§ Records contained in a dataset

-.-.-

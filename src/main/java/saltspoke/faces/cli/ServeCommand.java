package saltspoke.faces.cli;

import java.io.IOException;
import java.io.PrintWriter;
import java.net.BindException;
import java.net.InetAddress;
import java.nio.file.Files;
import java.nio.file.Path;
import java.util.Optional;
import java.util.concurrent.Callable;
import picocli.CommandLine.Command;
import picocli.CommandLine.Mixin;
import picocli.CommandLine.Model.CommandSpec;
import picocli.CommandLine.Option;
import picocli.CommandLine.Spec;
import saltspoke.faces.Answers;
import saltspoke.faces.web.Api;
import saltspoke.faces.web.ServerSettings;
import saltspoke.faces.web.WebServer;
import saltspoke.values.Refusal;

/** {@code serve}: the page and the API, on the loopback address unless told otherwise. */
@Command(
    name = "serve",
    description = "Serve the page and the HTTP API on this machine (loopback unless --bind).",
    footer = {"", "Example:", "  saltspoke serve --port 8080"})
final class ServeCommand implements Callable<Integer> {
  @Spec private CommandSpec spec;
  @Mixin private CorrectionsOption corrections;
  @Mixin private CommonOptions common;

  @Option(names = "--port", paramLabel = "N", description = "TCP port, 0 for any free one (8080).")
  private int port = 8080;

  @Option(
      names = "--bind",
      paramLabel = "ADDRESS",
      description = "Serve on this address of the machine too, so that others can reach it.")
  private String address = ServerSettings.LOOPBACK;

  @Option(
      names = "--tls-keystore",
      paramLabel = "FILE",
      description = "Serve HTTPS with the key and certificate in this PKCS #12 file.")
  private Path keystore;

  @Option(
      names = "--tls-password-file",
      paramLabel = "FILE",
      description = "File whose first line is the keystore's password.")
  private Path passwordFile;

  @Option(
      names = "--access-log",
      paramLabel = "FILE",
      description = "Write one line per request in the common log format; - for standard output.")
  private String accessLog;

  @Override
  public Integer call() throws Exception {
    if (port < 0 || port > 65535) {
      throw Refusal.outOfRange("port", port, "0..65535");
    }
    Answers answers = Opening.answers(common.data, corrections).prepare();
    PrintWriter out = spec.commandLine().getOut();
    ServerSettings settings =
        new ServerSettings(address, port, tls(), Optional.ofNullable(accessLog));
    if (!InetAddress.getByName(address).isLoopbackAddress()) {
      spec.commandLine().getErr().println(openWarning());
    }
    try (WebServer server = Api.server(settings, answers)) {
      Runtime.getRuntime().addShutdownHook(new Thread(() -> stop(server), "stop"));
      out.println(server.start());
      out.flush();
      server.join();
    } catch (IOException e) {
      if (e.getCause() instanceof BindException) {
        throw Refusal.outOfRange(
            "port",
            address + ":" + port,
            "an address of this machine and a port that no other program holds, or 0");
      }
      throw e;
    }
    return ExitCode.DONE;
  }

  private String openWarning() {
    return "saltspoke: serving on "
        + address
        + ": whoever reaches this machine over the network can use it; there are no accounts."
        + (keystore == null ? " Questions and answers travel unencrypted." : "");
  }

  private Optional<ServerSettings.Tls> tls() throws IOException {
    if ((keystore == null) != (passwordFile == null)) {
      throw Refusal.wrongUse(
          "tls-half-given", "tls-keystore", "", "--tls-keystore and --tls-password-file together");
    }
    if (keystore == null) {
      return Optional.empty();
    }
    for (Path file : new Path[] {keystore, passwordFile}) {
      if (!Files.isReadable(file)) {
        throw Refusal.notFound("no-such-file", "tls", file.toString(), "a file that can be read");
      }
    }
    String password = Files.readString(passwordFile).lines().findFirst().orElse("");
    return Optional.of(new ServerSettings.Tls(keystore, password));
  }

  private static void stop(WebServer server) {
    try {
      server.close();
    } catch (Exception e) {
      System.err.println("saltspoke: the server did not stop cleanly: " + e.getMessage());
    }
  }
}
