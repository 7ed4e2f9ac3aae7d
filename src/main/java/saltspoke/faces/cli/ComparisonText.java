package saltspoke.faces.cli;

import java.util.List;
import java.util.Locale;
import saltspoke.atlas.Comparison;
import saltspoke.atlas.Judgement;
import saltspoke.atlas.Pair;
import saltspoke.values.Refusal;

/**
 * A comparison with a station file as plain text: one line per quantity, then the worst stations.
 */
final class ComparisonText {
  private static final int MOST_REFUSED = 20;

  private ComparisonText() {}

  static String of(Comparison comparison, int worst) {
    StringBuilder out = new StringBuilder();
    out.append(
        String.format(
            Locale.ROOT,
            "%-50s %6s %8s %8s %8s %7s %5s %5s %5s %6s %6s%n",
            "quantity",
            "n",
            "bias",
            "MAE",
            "RMSE",
            "ln RMSE",
            "×2 %",
            "×3 %",
            "band%",
            "med. %",
            "corr."));
    for (Comparison.Series series : comparison.series()) {
      Judgement j = series.judgement();
      out.append(
          String.format(
              Locale.ROOT,
              "%-50s %6d %8.2f %8.2f %8.2f %7s %5s %5s %5s %6s %6s%n",
              j.quantity(),
              j.n(),
              j.bias(),
              j.mae(),
              j.rmse(),
              number("%.3f", j.lnRmse()),
              number("%.0f", j.withinFactor2Pct()),
              number("%.0f", j.withinFactor3Pct()),
              number("%.0f", j.bandCoveragePct()),
              number("%.1f", j.medianAbsErrorPct()),
              number("%.3f", j.correlation())));
    }
    out.append(
        "\nbias = mean of estimate less measurement; ×2 %, ×3 % = share within a factor 2, 3;\n"
            + "band% = share inside the estimate's 10–90 % band; med. % = median absolute error.\n");
    if (worst > 0) {
      Comparison.Series first = comparison.series().get(0);
      out.append("\nFarthest off, ").append(first.quantity()).append(":\n");
      for (Pair pair : first.worst(worst)) {
        out.append(
            String.format(
                Locale.ROOT,
                "  %-50s measured %.4g, estimated %.4g%n",
                pair.station(),
                pair.measured(),
                pair.estimated()));
      }
    }
    refused(out, "Left out", comparison.refused());
    return out.toString();
  }

  /** Lists the first rows that were refused; nothing when there is none. */
  static void refused(StringBuilder out, String title, List<Refusal> refused) {
    int count = refused.size();
    if (count == 0) {
      return;
    }
    out.append('\n').append(title).append(", ").append(count);
    out.append(count == 1 ? " row:\n" : " rows:\n");
    for (Refusal refusal : refused.subList(0, Math.min(count, MOST_REFUSED))) {
      out.append(
          String.format(
              Locale.ROOT,
              "  %s: %s \"%s\"; allowed: %s%n",
              refusal.field(),
              refusal.error().replace('-', ' '),
              refusal.was(),
              refusal.allowed()));
    }
    if (count > MOST_REFUSED) {
      out.append("  and ").append(count - MOST_REFUSED).append(" more (all with --json)\n");
    }
  }

  private static String number(String format, Double value) {
    return value == null ? "–" : String.format(Locale.ROOT, format, value);
  }
}
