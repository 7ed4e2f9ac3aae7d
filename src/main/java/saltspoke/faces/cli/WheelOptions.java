package saltspoke.faces.cli;

import com.fasterxml.jackson.core.JsonProcessingException;
import java.io.IOException;
import java.nio.file.Files;
import java.nio.file.Path;
import java.util.LinkedHashMap;
import java.util.List;
import java.util.Map;
import java.util.stream.Collectors;
import picocli.CommandLine.Option;
import saltspoke.faces.Parameters;
import saltspoke.faces.Texts;
import saltspoke.faces.json.Json;
import saltspoke.faces.json.ProfileJson;
import saltspoke.values.Refusal;
import saltspoke.wheel.RidingProfile;

/** The options that say how the bicycle is ridden and what its wheel is made of. */
final class WheelOptions {
  @Option(
      names = "--profile",
      paramLabel = "NAME",
      description = "A ready riding profile; 'saltspoke pairings' lists them.")
  private String profile;

  @Option(
      names = "--profile-file",
      paramLabel = "FILE",
      description = "A riding profile of your own, as JSON (see 'saltspoke pairings --json').")
  Path profileFile;

  @Option(names = "--rim", paramLabel = "R", description = "Rim id; all rims when left out.")
  private String rim;

  @Option(names = "--nipple", paramLabel = "N", description = "Nipple id; all when left out.")
  private String nipple;

  @Option(
      names = "--interface",
      paramLabel = "I",
      description = "What lies between nipple and rim; all when left out.")
  private String between;

  @Option(names = "--spoke", paramLabel = "S", description = "Spoke id; all when left out.")
  private String spoke;

  @Option(
      names = "--risk",
      paramLabel = "LEVEL",
      description = "cautious, usual or relaxed (usual when left out).")
  private String risk;

  @Option(
      names = "--build-month",
      paramLabel = "1..12",
      description = "Month in which the wheel goes or went into service (1 when left out).")
  private String buildMonth;

  @Option(
      names = "--age-months",
      paramLabel = "N",
      description = "Months a wheel has been in service already (0 when left out).")
  private String ageMonths;

  @Option(
      names = "--last-finding",
      paramLabel = "F",
      description = "What the last look found: not-looked, clean, powder or one-stiff.")
  private String lastFinding;

  @Option(
      names = "--practice-limits",
      paramLabel = "true|false",
      description = "Hold intervals within the limits of common practice (true when left out).")
  private String practiceLimits;

  @Option(names = "--spokes", paramLabel = "N", description = "Spokes in the wheel (28).")
  private String spokes;

  @Option(names = "--tension", paramLabel = "N", description = "Mean spoke tension, newton (1100).")
  private String tension;

  @Option(
      names = "--tape-sound",
      paramLabel = "true|false",
      description = "Whether the rim tape is tight (true).")
  private String tapeSound;

  @Option(
      names = "--hidden-nipples",
      paramLabel = "true|false",
      description = "Whether the nipples sit inside the rim (false).")
  private String hiddenNipples;

  Map<String, String> values() {
    Map<String, String> values = new LinkedHashMap<>();
    PlaceOptions.put(values, "profile", profile);
    PlaceOptions.put(values, "rim", rim);
    PlaceOptions.put(values, "nipple", nipple);
    PlaceOptions.put(values, "interface", between);
    PlaceOptions.put(values, "spoke", spoke);
    PlaceOptions.put(values, "risk", risk);
    PlaceOptions.put(values, "build-month", buildMonth);
    PlaceOptions.put(values, "age-months", ageMonths);
    PlaceOptions.put(values, "last-finding", lastFinding);
    PlaceOptions.put(values, "practice-limits", practiceLimits);
    PlaceOptions.put(values, "spokes", spokes);
    PlaceOptions.put(values, "tension", tension);
    PlaceOptions.put(values, "tape-sound", tapeSound);
    PlaceOptions.put(values, "hidden-nipples", hiddenNipples);
    return values;
  }

  /** Parts and profile as people call them; empty when none is named. */
  String title(Texts texts) {
    Map<String, String> titles = new LinkedHashMap<>(values());
    titles.keySet().retainAll(List.of("profile", "rim", "nipple", "interface", "spoke"));
    return titles.entrySet().stream()
        .map(part -> texts.say("page-" + part.getKey() + "-" + part.getValue()))
        .collect(Collectors.joining(" · "));
  }

  /** The profile in the file that was named. */
  RidingProfile ownProfile(Parameters parameters) {
    if (parameters.has("profile")) {
      throw Refusal.wrongUse(
          "two-profiles", "profile", "", "either --profile or --profile-file, not both");
    }
    try {
      return ProfileJson.read(Json.MAPPER.readTree(Files.readAllBytes(profileFile)));
    } catch (JsonProcessingException e) {
      throw Refusal.wrongUse(
          "not-json",
          profileFile + ":" + e.getLocation().getLineNr(),
          "",
          "a JSON object with the fields of a profile");
    } catch (IOException e) {
      throw Refusal.notFound(
          "unreadable-file", "profile-file", profileFile, "a file that can be read");
    }
  }
}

-.-.-

§ Work to complete
Reprint exactly the lines above that start at the one with "import saltspoke.faces.Texts;" and end at the one with "made of. */", keeping both and adding none.

§ Finished task
import saltspoke.faces.Texts;
import saltspoke.faces.json.Json;
import saltspoke.faces.json.ProfileJson;
import saltspoke.values.Refusal;
import saltspoke.wheel.RidingProfile;

/** The options that say how the bicycle is ridden and what its wheel is made of. */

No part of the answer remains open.